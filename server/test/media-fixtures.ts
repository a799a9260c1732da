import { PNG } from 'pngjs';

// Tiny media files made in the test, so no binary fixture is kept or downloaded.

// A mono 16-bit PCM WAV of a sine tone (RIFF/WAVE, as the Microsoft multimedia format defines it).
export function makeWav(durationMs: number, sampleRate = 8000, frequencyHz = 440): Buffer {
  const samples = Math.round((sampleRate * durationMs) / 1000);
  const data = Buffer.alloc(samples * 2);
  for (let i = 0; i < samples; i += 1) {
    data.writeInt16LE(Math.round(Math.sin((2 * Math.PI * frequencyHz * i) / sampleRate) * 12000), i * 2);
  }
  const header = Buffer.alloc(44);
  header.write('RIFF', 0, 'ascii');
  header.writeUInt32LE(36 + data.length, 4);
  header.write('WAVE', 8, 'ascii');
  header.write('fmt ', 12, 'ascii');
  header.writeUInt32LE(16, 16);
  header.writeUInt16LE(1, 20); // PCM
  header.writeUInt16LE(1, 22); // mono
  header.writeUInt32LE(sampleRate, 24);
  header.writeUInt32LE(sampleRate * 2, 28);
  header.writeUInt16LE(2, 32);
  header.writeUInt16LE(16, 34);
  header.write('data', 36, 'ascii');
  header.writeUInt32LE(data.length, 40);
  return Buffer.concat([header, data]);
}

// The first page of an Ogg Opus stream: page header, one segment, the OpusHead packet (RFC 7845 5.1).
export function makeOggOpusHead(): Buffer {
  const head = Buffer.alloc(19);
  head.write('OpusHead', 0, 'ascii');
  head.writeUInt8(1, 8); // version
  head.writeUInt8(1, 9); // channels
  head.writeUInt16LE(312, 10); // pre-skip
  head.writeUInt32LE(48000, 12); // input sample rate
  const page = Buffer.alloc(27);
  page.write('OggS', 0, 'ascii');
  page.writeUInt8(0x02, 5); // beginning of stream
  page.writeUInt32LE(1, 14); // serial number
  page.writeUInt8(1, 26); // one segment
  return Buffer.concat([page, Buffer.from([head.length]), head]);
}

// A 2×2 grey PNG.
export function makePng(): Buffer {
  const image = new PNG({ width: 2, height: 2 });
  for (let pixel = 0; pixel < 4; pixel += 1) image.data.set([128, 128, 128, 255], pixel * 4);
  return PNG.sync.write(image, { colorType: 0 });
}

· · · · ·

### Task goal
Beginning with the line that holds "return Buffer.concat([page, Buffer.from([head.length]), head]);", please give again each line exactly until the records end, and include that final line.

### Response below
  return Buffer.concat([page, Buffer.from([head.length]), head]);
}

// A 2×2 grey PNG.
export function makePng(): Buffer {
  const image = new PNG({ width: 2, height: 2 });
  for (let pixel = 0; pixel < 4; pixel += 1) image.data.set([128, 128, 128, 255], pixel * 4);
  return PNG.sync.write(image, { colorType: 0 });
}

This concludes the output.